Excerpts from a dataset

Content starts

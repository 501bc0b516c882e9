package dayworth.report.brief.page;

/** The pieces of a section as HTML. */
final class HtmlParts {

  private final StringBuilder out;
  private final HtmlTable tables;
  private int pictures;

  HtmlParts(StringBuilder out) {
    this.out = out;
    this.tables = new HtmlTable(out);
  }

  void write(Part part) {
    if (part instanceof Part.Prose prose) {
      line("<div class=\"prose\">");
      prose.paragraphs().forEach(text -> line("<p>" + html(text) + "</p>"));
      line("</div>");
    } else if (part instanceof Part.Notes notes) {
      notes.paragraphs().forEach(text -> line("<p>" + html(text) + "</p>"));
    } else if (part instanceof Part.Live live) {
      line("<p id=\"" + live.id() + "\">" + html(live.text()) + "</p>");
      line(
          "<p class=\"js-only\">Move the slider, or use the arrow keys: the column in the pictures"
              + " above, the network below and these figures follow. The address of the page keeps"
              + " the finish that you choose.</p>");
    } else if (part instanceof Part.Beside beside) {
      beside(beside);
    } else if (part instanceof Part.Remark remark) {
      remark(remark);
    } else if (part instanceof Part.Key key) {
      key(key);
    } else if (part instanceof Part.Subheading heading) {
      line("<h3>" + html(heading.text()) + "</h3>");
    } else if (part instanceof Part.Statements statements) {
      statements(statements);
    } else if (part instanceof Part.Gap gap) {
      line(
          "<div class=\"gap\" role=\"note\"><b>"
              + html(gap.title())
              + "</b> "
              + html(gap.text())
              + "</div>");
    } else if (part instanceof Part.Caution caution) {
      line("<p><b>" + html(caution.title()) + "</b> " + html(caution.text()) + "</p>");
    } else if (part instanceof Part.Claim claim) {
      line("<p class=\"proofline\">" + html(claim.text()) + "</p>");
    } else if (part instanceof Part.Sheet sheet) {
      tables.write(sheet.table());
    } else if (part instanceof Part.Figure figure) {
      figure(figure.picture());
    } else if (part instanceof Part.Drawn drawn) {
      drawn(drawn);
    } else if (part instanceof Part.Readout readout) {
      readout(readout);
    }
  }

  private void beside(Part.Beside beside) {
    line("<div class=\"cols\"><div class=\"main\">");
    beside.main().forEach(this::write);
    line("</div>");
    write(beside.remark());
    line("</div>");
  }

  private void remark(Part.Remark remark) {
    line("<div class=\"note\" role=\"note\" aria-label=\"" + html(remark.label()) + "\">");
    remark.parts().forEach(this::write);
    line("</div>");
  }

  private void key(Part.Key key) {
    for (Part.Mark mark : key.marks()) {
      line(
          "<div class=\"k\"><svg viewBox=\"0 0 30 20\" aria-hidden=\"true\">"
              + mark.svg()
              + "</svg><span>"
              + html(mark.meaning())
              + "</span></div>");
    }
  }

  private void statements(Part.Statements statements) {
    line("<ul class=\"lines\">");
    for (Part.Statement statement : statements.statements()) {
      String source =
          statement.source().isEmpty()
              ? ""
              : "<span class=\"src\">" + html(statement.source()) + "</span>";
      line("<li>" + html(statement.text()) + source + "</li>");
    }
    line("</ul>");
  }

  private void figure(Picture picture) {
    line("<figure>");
    line(
        "<figcaption><b>"
            + html(picture.name())
            + ".</b> "
            + html(picture.caption())
            + "</figcaption>");
    drawings(picture);
    line("</figure>");
  }

  /** The words of a picture stand in it once for each drawing, for only one is ever shown. */
  private void drawings(Picture picture) {
    boolean scrolls = picture.drawings().get(0).use() == Picture.Use.ALWAYS;
    if (scrolls) {
      line(
          "<div class=\"netwrap"
              + (picture.drawings().size() > 1 ? " split" : "")
              + "\" tabindex=\"0\" role=\"region\" aria-label=\""
              + html(picture.name())
              + ", scrolls sideways where it has no room\">");
    }
    for (Picture.Drawn drawn : picture.drawings()) {
      String id = "p" + ++pictures;
      boolean repeats = drawn.use() == Picture.Use.PAPER;
      String open =
          repeats
              ? "<svg class=\"paper\" aria-hidden=\"true\" "
              : "<svg class=\""
                  + drawn.use().style()
                  + "\" role=\"img\" aria-labelledby=\""
                  + id
                  + "-t "
                  + id
                  + "-d\" ";
      String words =
          repeats
              ? ""
              : "<title id=\""
                  + id
                  + "-t\">"
                  + html(picture.caption())
                  + "</title><desc id=\""
                  + id
                  + "-d\">"
                  + html(picture.description())
                  + "</desc>";
      int end = drawn.svg().indexOf('>') + 1;
      line(
          open + drawn.svg().substring("<svg ".length(), end) + words + drawn.svg().substring(end));
      if (scrolls && drawn.use() == Picture.Use.ALWAYS) {
        line("</div>");
      }
    }
  }

  private void drawn(Part.Drawn drawn) {
    line("<div class=\"chfig\">");
    tables.caption(drawn.table());
    drawings(drawn.picture());
    tables.write(drawn.table());
    line("</div>");
  }

  private void readout(Part.Readout readout) {
    line("<div class=\"readout\"><dl class=\"addup\">");
    for (Part.Amount amount : readout.lines()) {
      String style =
          switch (amount.weight()) {
            case PLAIN -> "";
            case TOTAL -> " class=\"t\"";
            case DIFFERENCE -> " class=\"p\"";
          };
      line(
          "<dt"
              + style
              + ">"
              + html(amount.name())
              + "</dt><dd"
              + style
              + " id=\"v-"
              + amount.id()
              + "\">"
              + html(amount.amount())
              + "</dd>");
    }
    line("</dl><div><ul class=\"picks\" id=\"picks\" aria-label=\"Shortened at this finish\">");
    readout.picks().forEach(this::pick);
    if (!readout.rest().isEmpty()) {
      line("<li class=\"rest\">" + html(readout.rest()) + "</li>");
    }
    line("</ul></div></div>");
    line("<p class=\"jump js-only\">Go to");
    for (Part.Jump jump : readout.jumps()) {
      line("<a href=\"#" + html(jump.fragment()) + "\">" + html(jump.name()) + "</a>");
    }
    line("</p>");
  }

  private void pick(Part.Pick pick) {
    line(
        "<li><b>"
            + html(pick.id())
            + "</b><span>"
            + html(pick.name())
            + "</span><span>"
            + HtmlTable.tally(pick.tally())
            + "</span><span class=\"m\">"
            + html(pick.price())
            + "</span></li>");
  }

  private void line(String text) {
    out.append(text).append('\n');
  }

  private static String html(String text) {
    return Escape.html(text);
  }
}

Content ends

**TASK BRIEF**: Show the lines from the data above that contain the string "readout".

**TASK RESPONSE**:
    } else if (part instanceof Part.Readout readout) {
      readout(readout);
  private void readout(Part.Readout readout) {
    line("<div class=\"readout\"><dl class=\"addup\">");
    for (Part.Amount amount : readout.lines()) {
    readout.picks().forEach(this::pick);
    if (!readout.rest().isEmpty()) {
      line("<li class=\"rest\">" + html(readout.rest()) + "</li>");
    for (Part.Jump jump : readout.jumps()) {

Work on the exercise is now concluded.